import { formatMb, MB, type XlsxLimits } from '../limits.js';
import { RefitError } from './errors.js';

/**
 * The limits an .xlsx file is held to before the spreadsheet reader parses
 * it, as pure functions of the archive's directory and of its unpacked
 * parts (bytes): the command line's reader (xlsx.ts, a file on disk, Node's
 * zlib) and the page's (xlsxBytes.ts, the chosen file's bytes, the
 * browser's DecompressionStream) both call them, so the two refuse the same
 * files with the same messages. See xlsx.ts for the order of the checks.
 */

const UTF8 = new TextDecoder('utf-8');
/** Made on first use in the browser only. WHATWG "latin1" is windows-1252: still one character per byte, so a match's index is a byte offset; the tag and attribute patterns treat the bytes 0x80-0x9F alike under both (none is a space). */
let latin1: TextDecoder | undefined;

/**
 * Bytes decoded as text: through Buffer where there is one (Node: the
 * command line, as it always has), through TextDecoder in the browser.
 */
function decodeBytes(bytes: Uint8Array, encoding: 'utf8' | 'latin1', start: number, end: number): string {
  if (typeof Buffer !== 'undefined') return Buffer.from(bytes.buffer, bytes.byteOffset, bytes.byteLength).toString(encoding, start, end);
  if (encoding === 'utf8') return UTF8.decode(bytes.subarray(start, end));
  latin1 ??= new TextDecoder('latin1');
  return latin1.decode(bytes.subarray(start, end));
}

/** The parts read-excel-file unpacks (its own filter): XML and the relationships of XML parts. */
export function isReaderPart(name: string): boolean {
  return name.endsWith('.xml') || name.endsWith('.xml.rels');
}

export const CSV_ADVICE = 'Save the sheet as CSV (in a spreadsheet program: Save As, CSV), which refit reads as a stream with no limit on rows.';

export function tooLarge(file: string, what: string): RefitError {
  return new RefitError('DATA_TOO_LARGE', `${file}: ${what} ${CSV_ADVICE}`, { file });
}

export function unreadableXlsx(file: string, reason: string): RefitError {
  return new RefitError(
    'UNREADABLE_FILE',
    `${file}: cannot be read as an XLSX file: ${reason}. Open it in a spreadsheet program and save it again, or save the sheet as CSV.`,
    { file },
  );
}

/** The spreadsheet reader itself failed on the checked parts. */
export function readerFailed(file: string, error: unknown): RefitError {
  return new RefitError('UNREADABLE_FILE', `${file}: cannot be read (${error instanceof Error ? error.message : String(error)}).`, { file });
}

export function count(value: number): string {
  return value.toLocaleString('en-US');
}

/** XML parts are scanned in slices of about this many bytes, each decoded on its own (a large sheet never becomes one string). */
const SCAN_SLICE_BYTES = 1 << 23;

/**
 * Runs a global regular expression for tags over an XML part in slices,
 * each cut just before a "<" (or after the ">" of a tag longer than a
 * slice), so no tag is split between slices; `found` gets each match and
 * the byte offset of its slice. Slices are decoded as latin1, which maps
 * bytes to characters one to one, so a match's index is a byte offset.
 */
function scanTags(xml: Uint8Array, pattern: RegExp, found: (match: RegExpExecArray, sliceStart: number) => void, sliceBytes = SCAN_SLICE_BYTES): void {
  let start = 0;
  while (start < xml.length) {
    let end = Math.min(xml.length, start + sliceBytes);
    if (end < xml.length) {
      const lastTag = xml.lastIndexOf(0x3c, end);
      const closing = xml.indexOf(0x3e, end);
      end = lastTag > start ? lastTag : closing === -1 ? xml.length : closing + 1;
    }
    const slice = decodeBytes(xml, 'latin1', start, end);
    pattern.lastIndex = 0;
    for (let match = pattern.exec(slice); match !== null; match = pattern.exec(slice)) found(match, start);
    start = end;
  }
}

/**
 * A start or empty-element tag named `names` (plain words, alternatives),
 * any namespace prefix dropped ("x:c" is "c"). No part of it runs past a
 * "<" (which XML allows neither in a tag nor in an attribute's value), so
 * an attempt that fails stops at the next tag and the scan stays linear.
 */
function tagPattern(names: string): RegExp {
  return new RegExp(`<(?:[^\\s/<>:!?]+:)?(${names})(?=[\\s/>])([^<>]*)>`, 'g');
}

/**
 * Calls `visit` for every start tag (or empty-element tag) named one of
 * `names` (plain words) in an XML part, with its attributes' text decoded
 * as UTF-8. For the small parts (workbook, relationships).
 */
export function forEachTag(xml: Uint8Array, names: readonly string[], visit: (name: string, attributes: string) => void): void {
  scanTags(xml, tagPattern(names.join('|')), (match, sliceStart) => {
    const attributesStart = sliceStart + match.index + match[0].length - 1 - match[2]!.length;
    visit(match[1]!, decodeBytes(xml, 'utf8', attributesStart, attributesStart + match[2]!.length));
  });
}

/** How many start (or empty-element) tags named `name` an XML part holds. */
export function countTags(xml: Uint8Array, name: string): number {
  let tags = 0;
  scanTags(xml, tagPattern(name), () => tags++);
  return tags;
}

/** Attribute patterns by name, built once: the name may carry a namespace prefix ("r:id"); values are quoted with " or '. */
const attributePatterns = new Map<string, RegExp>();

function attribute(attributes: string, name: string): string | undefined {
  let pattern = attributePatterns.get(name);
  if (pattern === undefined) {
    pattern = new RegExp(`(?:^|\\s)(?:[\\w.-]+:)?${name}\\s*=\\s*(?:"([^"]*)"|'([^']*)')`);
    attributePatterns.set(name, pattern);
  }
  const match = pattern.exec(attributes);
  return match ? (match[1] ?? match[2]) : undefined;
}

/** The column number of a cell reference's letters (A -> 1, XFD -> 16,384). */
function columnNumber(letters: string): number {
  let column = 0;
  for (const letter of letters.toUpperCase()) column = column * 26 + (letter.charCodeAt(0) - 64);
  return column;
}

/** <row> and <c> tags, found as tagPattern finds tags (linear). */
const ROW_OR_CELL = tagPattern('row|c');

/** One attribute, name and quoted value, read from where the last one ended (sticky). */
const ATTRIBUTE = /\s*([^\s=<>/]+)\s*=\s*(?:"([^"<]*)"|'([^'<]*)')/y;

/** Every r="..." in a tag's text, for a tag whose attributes cannot be read one by one. */
const ANY_REFERENCE = /(?:^|\s)r\s*=\s*["']([^"'<>]*)["']/g;

/**
 * The values of a tag's r attribute. Attributes are read one by one, name
 * and quoted value, so an r=".." written inside another attribute's value
 * is not taken for it. When they cannot all be read (a tag the reader may
 * still accept), every r=".." in the tag counts: the extent may then come
 * out larger than the reader's, never smaller.
 */
function referencesOf(attributes: string): string[] {
  const references: string[] = [];
  let end = 0;
  ATTRIBUTE.lastIndex = 0;
  for (let match = ATTRIBUTE.exec(attributes); match !== null; match = ATTRIBUTE.exec(attributes)) {
    if (match[1] === 'r') references.push(match[2] ?? match[3] ?? '');
    end = ATTRIBUTE.lastIndex;
  }
  const rest = attributes.slice(end).trim();
  if (rest === '' || rest === '/') return references;
  return Array.from(attributes.matchAll(ANY_REFERENCE), (match) => match[1]!);
}

/**
 * The rows and columns a sheet's cells span, as the reader lays them out:
 * a <row> takes its r attribute or follows the row before; a cell takes
 * the row and column of its reference (r="C12") or follows the cell before.
 * Linear in the part (scanTags): a 67 MB sheet of 600,000 rows takes about
 * two seconds, against minutes for the reader.
 */
export function sheetExtent(xml: Uint8Array, sliceBytes = SCAN_SLICE_BYTES): { rows: number; columns: number } {
  let rows = 0;
  let columns = 0;
  let row = 0;
  let column = 0;
  scanTags(
    xml,
    ROW_OR_CELL,
    (match) => {
      let rowNumber = 0;
      let columnNumberOfCell = 0;
      for (const reference of referencesOf(match[2]!)) {
        const parts = /^([A-Za-z]*)(\d+)$/.exec(reference);
        if (!parts) continue;
        rowNumber = Math.max(rowNumber, Number(parts[2]));
        if (parts[1] !== '') columnNumberOfCell = Math.max(columnNumberOfCell, columnNumber(parts[1]!));
      }
      if (match[1] === 'row') {
        row = rowNumber > 0 ? rowNumber : row + 1;
        column = 0;
      } else {
        column = columnNumberOfCell > 0 ? columnNumberOfCell : column + 1;
        row = Math.max(row, rowNumber);
        if (column > columns) columns = column;
      }
      if (row > rows) rows = row;
    },
    sliceBytes,
  );
  return { rows, columns };
}

/** Resolves a relationship target as the reader does: "/xl/a.xml" from the root, anything else under "xl/". */
function partPath(target: string): string {
  return target.startsWith('/') ? target.slice(1) : `xl/${target}`;
}

/** The part of the first sheet (the one refit reads) and of the shared strings, from the workbook and its relationships. */
export function workbookParts(parts: ReadonlyMap<string, Uint8Array>): { sheets: string[]; sharedStrings: string[] } {
  const targets = new Map<string, { type: string; path: string }>();
  const relationships = parts.get('xl/_rels/workbook.xml.rels');
  if (relationships) {
    forEachTag(relationships, ['Relationship'], (_name, attributes) => {
      const id = attribute(attributes, 'Id');
      const target = attribute(attributes, 'Target');
      if (id !== undefined && target !== undefined) targets.set(id, { type: attribute(attributes, 'Type') ?? '', path: partPath(target) });
    });
  }
  let first: string | undefined;
  const workbook = parts.get('xl/workbook.xml');
  if (workbook) {
    forEachTag(workbook, ['sheet'], (_name, attributes) => {
      const id = attribute(attributes, 'id');
      if (first === undefined && id !== undefined) first = targets.get(id)?.path;
    });
  }
  const byType = (suffix: string) => [...targets.values()].filter((t) => t.type.endsWith(suffix)).map((t) => t.path);
  // When the first sheet cannot be found, every worksheet part is measured: a refusal then errs on the side of memory.
  const sheets = first !== undefined && parts.has(first) ? [first] : [...parts.keys()].filter((name) => /^xl\/worksheets\/[^/]+\.xml$/.test(name)).concat(byType('/worksheet'));
  const sharedStrings = byType('/sharedStrings');
  return { sheets: [...new Set(sheets)], sharedStrings: sharedStrings.length > 0 ? sharedStrings : ['xl/sharedStrings.xml'] };
}

/**
 * The directory's entries the reader would unpack, refused when the sizes
 * they declare add up to more than the unzipped-size limit (nothing is
 * inflated before this check).
 */
export function partsWithinDeclaredLimit<T extends { name: string; uncompressedSize: number }>(file: string, entries: readonly T[], limits: XlsxLimits): T[] {
  const wanted = entries.filter((entry) => isReaderPart(entry.name));
  const budget = limits.maxUnzippedMb * MB;
  const declared = wanted.reduce((sum, entry) => sum + entry.uncompressedSize, 0);
  if (declared > budget) {
    throw tooLarge(file, `the XLSX file would expand to ${formatMb(declared)} when unzipped, more than the ${count(limits.maxUnzippedMb)} MB refit reads from an XLSX file (the whole sheet is held in memory to read it).`);
  }
  return wanted;
}

/** Refuses a sheet or shared strings above the limits, naming what was measured. */
export function checkSheetLimits(file: string, parts: ReadonlyMap<string, Uint8Array>, limits: XlsxLimits): void {
  const { sheets, sharedStrings } = workbookParts(parts);
  for (const sheet of sheets) {
    const xml = parts.get(sheet);
    if (!xml) continue;
    const { rows, columns } = sheetExtent(xml);
    const reason =
      rows > limits.maxRows
        ? `the sheet spans ${count(rows)} rows, more than the ${count(limits.maxRows)} refit reads from an XLSX file`
        : columns > limits.maxColumns
          ? `the sheet spans ${count(columns)} columns, more than the ${count(limits.maxColumns)} refit reads from an XLSX file`
          : rows * columns > limits.maxCells
            ? `the sheet spans ${count(rows)} rows by ${count(columns)} columns, ${count(rows * columns)} cells, more than the ${count(limits.maxCells)} refit reads from an XLSX file`
            : null;
    if (reason !== null) throw tooLarge(file, `${reason} (the whole sheet is held in memory to read it).`);
  }
  for (const name of sharedStrings) {
    const xml = parts.get(name);
    if (!xml) continue;
    const strings = countTags(xml, 'si');
    if (strings > limits.maxSharedStrings) {
      throw tooLarge(file, `the XLSX file holds ${count(strings)} shared strings (distinct texts), more than the ${count(limits.maxSharedStrings)} refit reads (all are held in memory).`);
    }
  }
}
—————
Exercise instructions> Count the lines in these records that hold the string "words". Only the number is wanted.

Your response> 2